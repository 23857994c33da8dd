import { databaseNow } from '@/db/queries/clock'
import { findPaymentOf, insertPaymentEvent, isKnownEvent } from '@/db/queries/payments'
import type { Context } from '../context'
import { isDuplicate } from '../isDuplicate'
import { applyFirmState, knownBefore } from './applyFirmState'
import { justCheckout, readFirmState } from './readFirmState'

/** Notices of what comes after a payment; for the others the checkout alone is asked for. */
const comesAfter = /^(charge\.(refund|dispute)|refund\.)/

/**
 * Applies a signed notice of the payment firm. Notices repeat and overtake each other, so what counts is the
 * present state of the payment, asked for here. One that speaks of no payment of ours is kept and left alone.
 */
export async function applyNotice(
  ctx: Context,
  input: { body: string; signature: string },
): Promise<{ effect: string }> {
  const now = await databaseNow(ctx.db)
  const notice = ctx.payments.readNotice(input.body, input.signature, now)
  if (await isKnownEvent(ctx.db, notice.id)) return { effect: knownBefore }

  const payment = await findPaymentOf(ctx.db, notice)
  const sessionId = payment?.provider_session_id ?? notice.sessionId
  if (payment && sessionId) {
    const state = comesAfter.test(notice.type)
      ? await readFirmState(ctx.payments, sessionId)
      : justCheckout(await ctx.payments.readCheckout(sessionId))
    return { effect: await applyFirmState(ctx, payment.id, state, notice) }
  }
  const effect = payment ? 'nothing: its page is not known yet' : 'nothing: it speaks of no payment of ours'
  try {
    await insertPaymentEvent(ctx.db, {
      providerEventId: notice.id,
      eventType: notice.type,
      paymentId: payment?.id ?? null,
      payload: notice.body,
      effect,
      providerCreatedAt: notice.createdAt,
    })
  } catch (error) {
    if (isDuplicate(error)) return { effect: knownBefore }
    throw error
  }
  return { effect }
}
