'use client'

import { useDeferredValue, useMemo, useState } from 'react'
import { BarNote } from '@/components/ui/BarNote'
import { UnderlineChoice } from '@/components/ui/UnderlineChoice'
import type { OwnText, YardstickState } from '@/lib/domain/tools/yardstick/state'
import { writeState } from '@/lib/domain/tools/yardstick/stateQuery'
import { chosenUniverses } from '@/lib/domain/tools/yardstick/universes'
import { viewOf } from '@/lib/domain/tools/yardstick/viewOf'
import { Foot } from './Foot'
import { Numbers } from './Numbers'
import { OwnParameters } from './OwnParameters'
import { RightColumn } from './RightColumn'
import { SideColumn } from './SideColumn'
import { useListTypedEarly } from './useListTypedEarly'
import { redshiftsFor, useYardstickState } from './useYardstickState'

export interface YardstickProps {
  /** What the address asks. */
  initial: YardstickState
  /** Sentences for what in the address names nothing. */
  troubles: readonly string[]
}

const modes = [
  { value: 'distances', label: 'Distances and times' },
  { value: 'compare', label: 'One against another' },
  { value: 'near', label: 'Near by' },
  { value: 'survey', label: 'Count in a survey' },
  { value: 'inverse', label: 'Find the redshift' },
] as const

/** Redshifts in, distances and times out: computed here as one types, by the engine the server uses. */
export function Yardstick({ initial, troubles }: YardstickProps) {
  const { state, change } = useYardstickState(initial)
  useListTypedEarly((text) => change(initial.mode === 'inverse' ? { values: text } : { z: text }))
  // Typing goes first; tables and plots follow when there is time.
  const deferred = useDeferredValue(state)
  const chosen = useMemo(() => chosenUniverses(deferred.cosmologies), [deferred.cosmologies])
  const view = useMemo(() => viewOf(deferred, chosen), [deferred, chosen])
  const linkable = useMemo(() => writeState(deferred) !== null, [deferred])
  const [pointed, setPointed] = useState<number | null>(null)
  const [editing, setEditing] = useState<number | null>(() => {
    const wrong = view.universes.find(({ cosmology }) => cosmology === null)
    return wrong ? wrong.place : null
  })
  const own = editing === null ? null : state.cosmologies[editing]?.own
  const universe = editing === null ? null : view.universes[editing]
  const edit = (next: OwnText) =>
    change({
      cosmologies: state.cosmologies.map((one, at) => (at === editing ? { own: next, id: null } : one)),
    })

  return (
    <>
      <div className="mt-5">
        <UnderlineChoice
          main
          label="What to do"
          options={modes}
          value={state.mode}
          onChange={(mode) => change({ mode, z: redshiftsFor(mode, state.z) })}
        />
      </div>
      {troubles.map((sentence) => (
        <div key={sentence} className="mt-4">
          <BarNote tone="not-feasible">{sentence}</BarNote>
        </div>
      ))}
      <div className="mt-8 grid gap-x-8 gap-y-10 lg:grid-cols-[14.75rem_minmax(0,1fr)]">
        <SideColumn state={state} view={view} editing={editing} onEdit={setEditing} onChange={change} />
        <div className="min-w-0 border-rule lg:border-l lg:pl-8">
          {own && universe ? (
            <OwnParameters own={own} universe={universe} onChange={edit} onDone={() => setEditing(null)} />
          ) : null}
          <RightColumn view={view} onChange={change} pointed={pointed} onPoint={setPointed} />
        </div>
      </div>
      {view.sheet ? (
        <Numbers
          sheet={view.sheet}
          universes={view.ready}
          pointed={pointed}
          linkable={linkable}
          columns={deferred.mode === 'distances' || deferred.mode === 'compare' ? deferred.columns : null}
          onChange={change}
        />
      ) : null}
      <Foot universes={view.ready} />
    </>
  )
}
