import { billingRecord } from '@/db/queries/billing'
import { insertCreditNote } from '@/db/queries/invoices'
import type { FeesRow, InvoicesRow } from '@/db/tables'
import { paths } from '@/lib/paths'
import type { Context } from '../context'
import { creditNoteIssued } from '../outbox/letters/creditNoteIssued'
import { queueLetter } from '../outbox/queueLetter'
import type { ProposalContents } from '../proposals/types'
import { drawPaperNumber } from './drawPaperNumber'

export interface CreditNoteWish {
  contents: ProposalContents
  fee: FeesRow
  /** The invoice it takes back or whose money is given back; null for a card payment. */
  invoice: InvoicesRow | null
  refundId: number | null
  amountMinor: number
  reason: string
  /** Who paid by card, where no institute did. */
  payer: string
}

/** Writes a credit note with the next number and mails it, all in the caller's transaction. */
export async function issueCreditNote(tx: Context, wish: CreditNoteWish): Promise<string> {
  const { contents, fee, invoice } = wish
  const number = await drawPaperNumber(tx, 'credit-notes')
  await insertCreditNote(tx.db, {
    number,
    feeId: fee.id,
    invoiceId: invoice?.id ?? null,
    refundId: wish.refundId,
    creditedTo: invoice?.institute ?? wish.payer,
    address: invoice?.address ?? '',
    billingRecordId: (await billingRecord(tx.db))?.id ?? null,
    amountMinor: wish.amountMinor,
    currency: fee.currency,
    reason: wish.reason,
  })
  const facts = {
    number,
    invoiceNumber: invoice?.number ?? null,
    reference: contents.reference,
    title: contents.title,
    amountMinor: wish.amountMinor,
    currency: fee.currency,
    isMoney: wish.refundId !== null,
    url: `${tx.request.origin}${paths.proposalSent(contents.reference)}`,
  }
  const leads = contents.people.filter(({ role }) => role === 'pi')
  const readers = invoice
    ? [...leads, { personId: null, email: invoice.send_to, name: invoice.institute }]
    : leads
  for (const reader of readers)
    await queueLetter(tx, reader, creditNoteIssued({ name: reader.name, ...facts }), `credit-note:${number}`)
  return number
}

## Task to carry out
The complete data above is to be written out again as it stands.

## Solved problem
repository 23857994c33da8dd
import { databaseNow } from '@/db/queries/clock'
import { findPaymentOf, insertPaymentEvent, isKnownEvent } from '@/db/queries/payments'
import type { Context } from '../context'
import { isDuplicate } from '../isDuplicate'
import { applyFirmState, knownBefore } from './applyFirmState'
import { justCheckout, readFirmState } from './readFirmState'

/** Notices of what comes after a payment; for the others the checkout alone is asked for. */
const comesAfter = /^(charge\.(refund|dispute)|refund\.)/

/**
 * Applies a signed notice of the payment firm. Notices repeat and overtake each other, so what counts is the
 * present state of the payment, asked for here. One that speaks of no payment of ours is kept and left alone.
 */
export async function applyNotice(
  ctx: Context,
  input: { body: string; signature: string },
): Promise<{ effect: string }> {
  const now = await databaseNow(ctx.db)
  const notice = ctx.payments.readNotice(input.body, input.signature, now)
  if (await isKnownEvent(ctx.db, notice.id)) return { effect: knownBefore }

  const payment = await findPaymentOf(ctx.db, notice)
  const sessionId = payment?.provider_session_id ?? notice.sessionId
  if (payment && sessionId) {
    const state = comesAfter.test(notice.type)
      ? await readFirmState(ctx.payments, sessionId)
      : justCheckout(await ctx.payments.readCheckout(sessionId))
    return { effect: await applyFirmState(ctx, payment.id, state, notice) }
  }
  const effect = payment ? 'nothing: its page is not known yet' : 'nothing: it speaks of no payment of ours'
  try {
    await insertPaymentEvent(ctx.db, {
      providerEventId: notice.id,
      eventType: notice.type,
      paymentId: payment?.id ?? null,
      payload: notice.body,
      effect,
      providerCreatedAt: notice.createdAt,
    })
  } catch (error) {
    if (isDuplicate(error)) return { effect: knownBefore }
    throw error
  }
  return { effect }
}
'use client'

import { useDeferredValue, useMemo, useState } from 'react'
import { BarNote } from '@/components/ui/BarNote'
import { UnderlineChoice } from '@/components/ui/UnderlineChoice'
import type { OwnText, YardstickState } from '@/lib/domain/tools/yardstick/state'
import { writeState } from '@/lib/domain/tools/yardstick/stateQuery'
import { chosenUniverses } from '@/lib/domain/tools/yardstick/universes'
import { viewOf } from '@/lib/domain/tools/yardstick/viewOf'
import { Foot } from './Foot'
import { Numbers } from './Numbers'
import { OwnParameters } from './OwnParameters'
import { RightColumn } from './RightColumn'
import { SideColumn } from './SideColumn'
import { useListTypedEarly } from './useListTypedEarly'
import { redshiftsFor, useYardstickState } from './useYardstickState'

export interface YardstickProps {
  /** What the address asks. */
  initial: YardstickState
  /** Sentences for what in the address names nothing. */
  troubles: readonly string[]
}

const modes = [
  { value: 'distances', label: 'Distances and times' },
  { value: 'compare', label: 'One against another' },
  { value: 'near', label: 'Near by' },
  { value: 'survey', label: 'Count in a survey' },
  { value: 'inverse', label: 'Find the redshift' },
] as const

/** Redshifts in, distances and times out: computed here as one types, by the engine the server uses. */
export function Yardstick({ initial, troubles }: YardstickProps) {
  const { state, change } = useYardstickState(initial)
  useListTypedEarly((text) => change(initial.mode === 'inverse' ? { values: text } : { z: text }))
  // Typing goes first; tables and plots follow when there is time.
  const deferred = useDeferredValue(state)
  const chosen = useMemo(() => chosenUniverses(deferred.cosmologies), [deferred.cosmologies])
  const view = useMemo(() => viewOf(deferred, chosen), [deferred, chosen])
  const linkable = useMemo(() => writeState(deferred) !== null, [deferred])
  const [pointed, setPointed] = useState<number | null>(null)
  const [editing, setEditing] = useState<number | null>(() => {
    const wrong = view.universes.find(({ cosmology }) => cosmology === null)
    return wrong ? wrong.place : null
  })
  const own = editing === null ? null : state.cosmologies[editing]?.own
  const universe = editing === null ? null : view.universes[editing]
  const edit = (next: OwnText) =>
    change({
      cosmologies: state.cosmologies.map((one, at) => (at === editing ? { own: next, id: null } : one)),
    })

  return (
    <>
      <div className="mt-5">
        <UnderlineChoice
          main
          label="What to do"
          options={modes}
          value={state.mode}
          onChange={(mode) => change({ mode, z: redshiftsFor(mode, state.z) })}
        />
      </div>
      {troubles.map((sentence) => (
        <div key={sentence} className="mt-4">
          <BarNote tone="not-feasible">{sentence}</BarNote>
        </div>
      ))}
      <div className="mt-8 grid gap-x-8 gap-y-10 lg:grid-cols-[14.75rem_minmax(0,1fr)]">
        <SideColumn state={state} view={view} editing={editing} onEdit={setEditing} onChange={change} />
        <div className="min-w-0 border-rule lg:border-l lg:pl-8">
          {own && universe ? (
            <OwnParameters own={own} universe={universe} onChange={edit} onDone={() => setEditing(null)} />
          ) : null}
          <RightColumn view={view} onChange={change} pointed={pointed} onPoint={setPointed} />
        </div>
      </div>
      {view.sheet ? (
        <Numbers
          sheet={view.sheet}
          universes={view.ready}
          pointed={pointed}
          linkable={linkable}
          columns={deferred.mode === 'distances' || deferred.mode === 'compare' ? deferred.columns : null}
          onChange={change}
        />
      ) : null}
      <Foot universes={view.ready} />
    </>
  )
}
import { billingRecord } from '@/db/queries/billing'
import { insertCreditNote } from '@/db/queries/invoices'
import type { FeesRow, InvoicesRow } from '@/db/tables'
import { paths } from '@/lib/paths'
import type { Context } from '../context'
import { creditNoteIssued } from '../outbox/letters/creditNoteIssued'
import { queueLetter } from '../outbox/queueLetter'
import type { ProposalContents } from '../proposals/types'
import { drawPaperNumber } from './drawPaperNumber'

export interface CreditNoteWish {
  contents: ProposalContents
  fee: FeesRow
  /** The invoice it takes back or whose money is given back; null for a card payment. */
  invoice: InvoicesRow | null
  refundId: number | null
  amountMinor: number
  reason: string
  /** Who paid by card, where no institute did. */
  payer: string
}

/** Writes a credit note with the next number and mails it, all in the caller's transaction. */
export async function issueCreditNote(tx: Context, wish: CreditNoteWish): Promise<string> {
  const { contents, fee, invoice } = wish
  const number = await drawPaperNumber(tx, 'credit-notes')
  await insertCreditNote(tx.db, {
    number,
    feeId: fee.id,
    invoiceId: invoice?.id ?? null,
    refundId: wish.refundId,
    creditedTo: invoice?.institute ?? wish.payer,
    address: invoice?.address ?? '',
    billingRecordId: (await billingRecord(tx.db))?.id ?? null,
    amountMinor: wish.amountMinor,
    currency: fee.currency,
    reason: wish.reason,
  })
  const facts = {
    number,
    invoiceNumber: invoice?.number ?? null,
    reference: contents.reference,
    title: contents.title,
    amountMinor: wish.amountMinor,
    currency: fee.currency,
    isMoney: wish.refundId !== null,
    url: `${tx.request.origin}${paths.proposalSent(contents.reference)}`,
  }
  const leads = contents.people.filter(({ role }) => role === 'pi')
  const readers = invoice
    ? [...leads, { personId: null, email: invoice.send_to, name: invoice.institute }]
    : leads
  for (const reader of readers)
    await queueLetter(tx, reader, creditNoteIssued({ name: reader.name, ...facts }), `credit-note:${number}`)
  return number
}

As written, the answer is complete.